I still cannot do it correctly. Drives my husband crazy - he who wants 'hospital corners' (you want hospital corners? go to the hospital!).
Be sure to instill in your daughter that any mother worth her salt KNOWS when her child is lying. My mother knew even when she was deep into Alzheimer's spooky dementia. But the daughter? The daughter can NEVER tell.
I was just thinking that my next business venture should be a pig training school for domestic swine assistance! We could teach bed making, dish washing, laundry, light vacuuming and tub scrubbing. (They don't do windows). Classes are strictly BYOP (bring your own porker), sign up now because spaces are limited.
PS- Non-graduates are invited to the special end of term pork roast.
I decided, lo those many years ago, that there were two tasks that I would not do again, once I moved out of my parents' house:
1. Dry the dishes--because this is something that will happen all by itself, with no effort expended, merely by leaving the dishes in the dish rak
2. Make the bed, because I do not care. I take an inordinate amount of grief for this from people who like to get into a freshly made bed, but it is my bed and I do not have to make it. So there.

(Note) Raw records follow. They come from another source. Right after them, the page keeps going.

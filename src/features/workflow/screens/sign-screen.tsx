import { useState, type ReactNode } from 'react';
import { useQuery } from '@tanstack/react-query';
import { Pressable, StyleSheet, View } from 'react-native';
import type { RequestAction, RequestState } from '@shared/domain/lifecycle';
import type { RequestDetail } from '@shared/schemas/change-requests';
import type { TakeActionInput, TakeActionResponse } from '@shared/schemas/request-actions';
import { roleLabels } from '@shared/schemas/users';
import { isApiError } from '@/api/errors';
import { requestQueries } from '@/api/requests';
import { AppText } from '@/components/ui/app-text';
import { Banner } from '@/components/ui/banner';
import { Button } from '@/components/ui/button';
import { Card } from '@/components/ui/card';
import { ChoiceGroup } from '@/components/ui/choice-group';
import { ConfirmBox } from '@/components/ui/confirm-box';
import { DetailRow } from '@/components/ui/detail-row';
import { EmptyState } from '@/components/ui/empty-state';
import { ErrorState } from '@/components/ui/error-state';
import { Icon } from '@/components/ui/icon';
import { Loading } from '@/components/ui/loading';
import { Screen } from '@/components/ui/screen';
import { Section } from '@/components/ui/section';
import { TextField } from '@/components/ui/text-field';
import { CannotUndoPill, RequestStatusPill } from '@/components/requests/request-status';
import { stateLook } from '@/lib/requests/status';
import { useSession } from '@/lib/session';
import { colors, fonts, radii, space, touch } from '@/theme';
import { useWide } from '@/theme/use-wide';
import { andList, dueWords, usableZone } from '@/lib/requests/workflow-format';
import { meaningFor } from '../facts';
import { useIntentKey, useTakeAction } from '../hooks';
import { doneWords } from '@/lib/requests/workflow-look';
import { refusalOf, type FieldErrors } from '../components/action-form';
import { MeaningBox } from '../components/meaning-box';
import { MovedOnBanner } from '../components/moved-on-banner';
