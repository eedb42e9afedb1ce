// An error body in the reader's language: the error's own key when it has one (with its figures),
// else the text for its code. Field errors of a translated error keep their keys; their texts stay
// in English only when no translation exists (the message above them is then translated).
import { isLanguage, hasKey, translate } from '../../shared/i18n';

type Body = { code: string; message: string; fieldErrors?: Record<string, string[]> } & Record<string, unknown>;

export function localizeError(body: Body, language: string, i18n: unknown): Body {
  if (!isLanguage(language) || language === 'en') return body;
  const own = i18n as { key?: string; params?: Record<string, string | number> } | undefined;
  if (own?.key && hasKey(language, own.key)) return { ...body, message: translate(language, own.key, own.params) };
  const byCode = `errors.${body.code}`;
  if (hasKey(language, byCode)) return { ...body, message: translate(language, byCode) };
  return body;
}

My mother doesn't believe in making beds. One day when I was tsk-tsking about this she told "the only people on earth who care if my bed is made are my mother and you."
She was probably right but I'm one of those folks who believes that the whole room looks better when the bed is made. Tell Daughter that bedmaking is both less hard and less boring than dusting. :-)
Hilarious! And I hope you don't mind that I might borrow that line about pigs. I'll credit you, of course.